Task statement — For the records below, give the number of lines that include the string "good". Nothing else belongs in the answer.

Exercise inputs —
------
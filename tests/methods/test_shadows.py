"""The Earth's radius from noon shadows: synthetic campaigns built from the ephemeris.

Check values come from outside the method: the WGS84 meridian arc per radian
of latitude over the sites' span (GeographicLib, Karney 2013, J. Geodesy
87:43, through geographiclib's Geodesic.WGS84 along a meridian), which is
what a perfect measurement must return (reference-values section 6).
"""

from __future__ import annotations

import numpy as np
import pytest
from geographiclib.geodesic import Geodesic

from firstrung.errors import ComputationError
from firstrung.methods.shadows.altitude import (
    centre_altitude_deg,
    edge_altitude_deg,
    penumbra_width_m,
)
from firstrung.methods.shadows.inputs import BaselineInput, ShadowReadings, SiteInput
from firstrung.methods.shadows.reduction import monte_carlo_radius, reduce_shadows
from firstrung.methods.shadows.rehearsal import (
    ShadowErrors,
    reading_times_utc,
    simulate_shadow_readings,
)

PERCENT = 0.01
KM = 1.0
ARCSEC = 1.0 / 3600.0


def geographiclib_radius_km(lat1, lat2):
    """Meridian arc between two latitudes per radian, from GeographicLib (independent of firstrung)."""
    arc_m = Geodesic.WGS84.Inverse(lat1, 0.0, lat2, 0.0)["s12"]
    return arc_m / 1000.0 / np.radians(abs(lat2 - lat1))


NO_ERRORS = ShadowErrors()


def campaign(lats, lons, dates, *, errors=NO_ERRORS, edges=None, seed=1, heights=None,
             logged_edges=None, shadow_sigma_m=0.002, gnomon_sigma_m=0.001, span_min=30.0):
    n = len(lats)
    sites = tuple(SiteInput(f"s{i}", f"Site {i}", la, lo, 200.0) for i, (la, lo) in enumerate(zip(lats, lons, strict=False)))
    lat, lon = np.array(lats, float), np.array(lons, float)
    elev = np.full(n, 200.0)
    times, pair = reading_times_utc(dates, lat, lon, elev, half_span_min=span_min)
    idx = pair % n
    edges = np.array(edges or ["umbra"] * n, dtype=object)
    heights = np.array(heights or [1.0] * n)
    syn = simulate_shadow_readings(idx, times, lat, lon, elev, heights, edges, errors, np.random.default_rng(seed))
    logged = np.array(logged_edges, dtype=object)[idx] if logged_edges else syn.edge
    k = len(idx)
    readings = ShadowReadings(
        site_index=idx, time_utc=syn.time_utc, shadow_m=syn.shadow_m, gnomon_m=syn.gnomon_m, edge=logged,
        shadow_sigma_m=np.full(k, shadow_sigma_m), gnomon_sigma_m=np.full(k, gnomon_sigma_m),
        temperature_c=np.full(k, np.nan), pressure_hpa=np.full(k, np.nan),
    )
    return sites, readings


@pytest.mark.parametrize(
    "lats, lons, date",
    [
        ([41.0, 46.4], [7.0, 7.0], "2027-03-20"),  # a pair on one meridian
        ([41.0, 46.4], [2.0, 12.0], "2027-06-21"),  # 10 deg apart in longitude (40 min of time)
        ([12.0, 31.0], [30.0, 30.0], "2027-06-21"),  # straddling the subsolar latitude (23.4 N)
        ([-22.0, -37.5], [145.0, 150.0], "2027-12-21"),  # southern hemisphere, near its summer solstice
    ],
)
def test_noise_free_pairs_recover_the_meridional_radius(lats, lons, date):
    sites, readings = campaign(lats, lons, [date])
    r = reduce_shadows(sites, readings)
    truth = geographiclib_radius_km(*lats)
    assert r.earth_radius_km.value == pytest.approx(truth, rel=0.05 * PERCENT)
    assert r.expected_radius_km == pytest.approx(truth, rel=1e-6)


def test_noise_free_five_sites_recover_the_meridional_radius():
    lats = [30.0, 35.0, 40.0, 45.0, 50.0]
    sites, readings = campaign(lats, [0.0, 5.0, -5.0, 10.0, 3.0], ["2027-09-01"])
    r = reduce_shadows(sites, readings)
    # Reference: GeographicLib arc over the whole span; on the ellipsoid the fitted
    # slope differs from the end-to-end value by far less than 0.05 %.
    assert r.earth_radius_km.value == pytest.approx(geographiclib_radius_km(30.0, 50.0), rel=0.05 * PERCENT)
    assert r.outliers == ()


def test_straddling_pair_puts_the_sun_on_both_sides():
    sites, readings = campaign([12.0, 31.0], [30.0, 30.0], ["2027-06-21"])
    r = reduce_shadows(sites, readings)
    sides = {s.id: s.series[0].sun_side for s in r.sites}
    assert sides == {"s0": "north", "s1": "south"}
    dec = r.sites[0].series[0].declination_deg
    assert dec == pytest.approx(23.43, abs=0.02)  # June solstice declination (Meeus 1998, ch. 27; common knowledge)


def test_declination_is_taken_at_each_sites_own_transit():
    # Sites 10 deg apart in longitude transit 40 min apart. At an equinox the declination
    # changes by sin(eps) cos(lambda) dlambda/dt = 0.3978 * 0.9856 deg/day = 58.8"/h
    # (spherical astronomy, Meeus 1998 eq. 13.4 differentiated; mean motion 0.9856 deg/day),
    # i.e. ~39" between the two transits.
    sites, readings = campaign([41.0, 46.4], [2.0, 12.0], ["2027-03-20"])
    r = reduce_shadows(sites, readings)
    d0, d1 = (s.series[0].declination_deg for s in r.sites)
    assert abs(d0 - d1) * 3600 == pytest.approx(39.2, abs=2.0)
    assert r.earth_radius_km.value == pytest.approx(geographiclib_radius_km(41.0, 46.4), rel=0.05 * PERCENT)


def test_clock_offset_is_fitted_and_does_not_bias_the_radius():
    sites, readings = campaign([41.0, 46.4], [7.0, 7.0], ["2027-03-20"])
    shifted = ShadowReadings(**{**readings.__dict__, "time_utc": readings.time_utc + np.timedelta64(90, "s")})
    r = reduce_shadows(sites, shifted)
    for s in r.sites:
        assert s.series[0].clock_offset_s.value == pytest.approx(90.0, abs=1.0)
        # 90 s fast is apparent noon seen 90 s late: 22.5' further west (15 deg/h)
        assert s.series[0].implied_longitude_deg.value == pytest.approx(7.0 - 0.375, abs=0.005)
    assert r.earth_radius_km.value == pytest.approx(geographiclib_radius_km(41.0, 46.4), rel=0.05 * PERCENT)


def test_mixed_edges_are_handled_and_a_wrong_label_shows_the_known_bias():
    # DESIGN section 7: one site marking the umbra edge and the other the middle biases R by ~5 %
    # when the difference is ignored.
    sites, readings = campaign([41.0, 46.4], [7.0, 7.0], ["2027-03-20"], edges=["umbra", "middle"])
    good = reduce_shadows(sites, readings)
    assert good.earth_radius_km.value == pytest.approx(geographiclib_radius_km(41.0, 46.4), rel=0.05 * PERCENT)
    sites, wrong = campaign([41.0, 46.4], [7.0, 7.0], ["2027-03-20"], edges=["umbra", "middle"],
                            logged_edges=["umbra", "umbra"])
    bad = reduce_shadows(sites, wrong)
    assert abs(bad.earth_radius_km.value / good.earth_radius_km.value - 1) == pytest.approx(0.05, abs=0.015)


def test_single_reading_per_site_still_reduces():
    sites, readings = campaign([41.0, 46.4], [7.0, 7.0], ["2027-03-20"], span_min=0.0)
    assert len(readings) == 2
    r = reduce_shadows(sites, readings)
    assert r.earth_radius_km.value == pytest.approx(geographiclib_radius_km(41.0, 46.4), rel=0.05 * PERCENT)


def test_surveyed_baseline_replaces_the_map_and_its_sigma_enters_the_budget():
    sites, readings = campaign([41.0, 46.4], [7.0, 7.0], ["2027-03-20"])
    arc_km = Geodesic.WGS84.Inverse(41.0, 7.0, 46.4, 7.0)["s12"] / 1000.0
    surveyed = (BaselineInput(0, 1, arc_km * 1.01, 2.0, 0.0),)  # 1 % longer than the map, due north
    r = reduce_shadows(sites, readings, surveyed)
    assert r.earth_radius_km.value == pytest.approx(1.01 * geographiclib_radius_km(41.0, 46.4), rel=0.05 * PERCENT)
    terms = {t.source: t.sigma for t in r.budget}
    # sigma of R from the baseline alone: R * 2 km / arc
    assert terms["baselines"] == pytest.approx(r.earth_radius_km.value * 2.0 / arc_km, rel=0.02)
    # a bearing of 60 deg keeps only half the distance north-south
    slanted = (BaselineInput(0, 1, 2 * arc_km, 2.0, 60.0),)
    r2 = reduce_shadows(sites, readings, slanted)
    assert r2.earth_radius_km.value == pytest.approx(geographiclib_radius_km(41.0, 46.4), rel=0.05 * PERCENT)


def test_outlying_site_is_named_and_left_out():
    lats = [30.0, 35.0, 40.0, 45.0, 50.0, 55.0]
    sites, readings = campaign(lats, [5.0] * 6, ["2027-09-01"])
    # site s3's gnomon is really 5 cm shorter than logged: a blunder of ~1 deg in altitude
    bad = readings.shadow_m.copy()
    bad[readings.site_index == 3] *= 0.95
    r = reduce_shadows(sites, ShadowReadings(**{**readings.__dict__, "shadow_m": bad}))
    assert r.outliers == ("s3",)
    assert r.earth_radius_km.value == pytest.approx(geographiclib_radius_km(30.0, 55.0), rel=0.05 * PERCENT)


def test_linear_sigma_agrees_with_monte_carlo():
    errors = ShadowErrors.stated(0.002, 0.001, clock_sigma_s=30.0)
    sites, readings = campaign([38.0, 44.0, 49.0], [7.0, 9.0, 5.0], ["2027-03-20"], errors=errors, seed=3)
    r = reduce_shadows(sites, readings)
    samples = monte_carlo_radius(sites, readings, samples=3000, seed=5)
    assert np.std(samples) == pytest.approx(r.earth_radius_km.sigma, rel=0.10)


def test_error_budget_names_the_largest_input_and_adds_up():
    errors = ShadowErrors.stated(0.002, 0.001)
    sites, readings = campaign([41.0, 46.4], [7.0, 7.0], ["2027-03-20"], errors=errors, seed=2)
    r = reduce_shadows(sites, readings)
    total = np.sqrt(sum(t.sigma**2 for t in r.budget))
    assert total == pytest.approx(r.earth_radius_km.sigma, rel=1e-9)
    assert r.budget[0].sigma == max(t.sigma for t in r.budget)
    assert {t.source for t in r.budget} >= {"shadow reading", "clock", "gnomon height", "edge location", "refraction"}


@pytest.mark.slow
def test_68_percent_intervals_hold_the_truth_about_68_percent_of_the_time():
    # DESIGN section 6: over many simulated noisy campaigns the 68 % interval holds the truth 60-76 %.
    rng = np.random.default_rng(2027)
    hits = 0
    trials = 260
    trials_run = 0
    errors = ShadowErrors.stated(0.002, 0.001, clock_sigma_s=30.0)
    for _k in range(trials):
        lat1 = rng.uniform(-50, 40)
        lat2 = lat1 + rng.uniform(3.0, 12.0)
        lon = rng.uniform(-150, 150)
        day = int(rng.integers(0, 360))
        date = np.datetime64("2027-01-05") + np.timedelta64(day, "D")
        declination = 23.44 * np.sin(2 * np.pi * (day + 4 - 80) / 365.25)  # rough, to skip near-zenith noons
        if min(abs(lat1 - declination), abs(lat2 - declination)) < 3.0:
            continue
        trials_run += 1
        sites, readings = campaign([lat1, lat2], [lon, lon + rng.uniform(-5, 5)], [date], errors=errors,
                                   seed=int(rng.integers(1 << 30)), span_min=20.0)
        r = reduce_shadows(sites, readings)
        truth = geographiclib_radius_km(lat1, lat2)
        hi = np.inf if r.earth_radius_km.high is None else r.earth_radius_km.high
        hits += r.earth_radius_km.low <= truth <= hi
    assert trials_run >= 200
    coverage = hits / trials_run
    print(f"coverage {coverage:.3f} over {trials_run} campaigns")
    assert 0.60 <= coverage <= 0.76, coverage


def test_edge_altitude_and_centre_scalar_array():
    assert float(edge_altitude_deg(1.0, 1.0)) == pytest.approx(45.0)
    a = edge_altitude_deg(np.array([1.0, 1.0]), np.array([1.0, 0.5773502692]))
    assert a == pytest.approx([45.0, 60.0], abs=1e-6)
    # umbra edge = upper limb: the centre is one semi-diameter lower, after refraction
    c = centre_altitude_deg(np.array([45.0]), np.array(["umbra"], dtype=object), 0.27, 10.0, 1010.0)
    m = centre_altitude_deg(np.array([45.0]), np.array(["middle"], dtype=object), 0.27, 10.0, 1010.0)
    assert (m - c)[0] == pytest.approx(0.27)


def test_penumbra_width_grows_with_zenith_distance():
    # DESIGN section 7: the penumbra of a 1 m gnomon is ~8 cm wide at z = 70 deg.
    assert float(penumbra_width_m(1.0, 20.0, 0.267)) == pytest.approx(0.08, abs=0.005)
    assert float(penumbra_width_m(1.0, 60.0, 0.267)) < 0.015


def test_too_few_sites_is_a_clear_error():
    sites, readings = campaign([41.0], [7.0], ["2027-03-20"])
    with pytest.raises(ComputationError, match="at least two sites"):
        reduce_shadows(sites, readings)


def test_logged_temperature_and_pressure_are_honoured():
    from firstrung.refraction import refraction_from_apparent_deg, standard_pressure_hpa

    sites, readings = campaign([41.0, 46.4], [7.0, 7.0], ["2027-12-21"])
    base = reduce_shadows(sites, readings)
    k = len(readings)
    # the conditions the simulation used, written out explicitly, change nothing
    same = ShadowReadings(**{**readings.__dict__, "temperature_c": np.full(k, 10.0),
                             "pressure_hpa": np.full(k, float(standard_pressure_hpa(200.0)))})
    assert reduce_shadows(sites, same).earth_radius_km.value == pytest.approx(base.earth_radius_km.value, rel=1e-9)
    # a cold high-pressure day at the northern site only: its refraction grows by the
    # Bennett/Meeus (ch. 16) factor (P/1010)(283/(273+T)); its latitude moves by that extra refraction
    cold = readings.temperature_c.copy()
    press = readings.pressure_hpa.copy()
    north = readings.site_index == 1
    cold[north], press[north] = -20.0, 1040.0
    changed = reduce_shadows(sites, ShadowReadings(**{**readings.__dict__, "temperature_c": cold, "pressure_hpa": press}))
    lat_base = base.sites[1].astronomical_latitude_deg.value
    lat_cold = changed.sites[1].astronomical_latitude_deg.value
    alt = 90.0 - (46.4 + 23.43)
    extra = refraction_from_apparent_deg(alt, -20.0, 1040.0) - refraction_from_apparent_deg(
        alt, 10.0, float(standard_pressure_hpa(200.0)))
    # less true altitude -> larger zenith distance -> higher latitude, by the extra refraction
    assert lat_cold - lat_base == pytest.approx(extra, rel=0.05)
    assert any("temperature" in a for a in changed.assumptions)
------
Response to the task — 3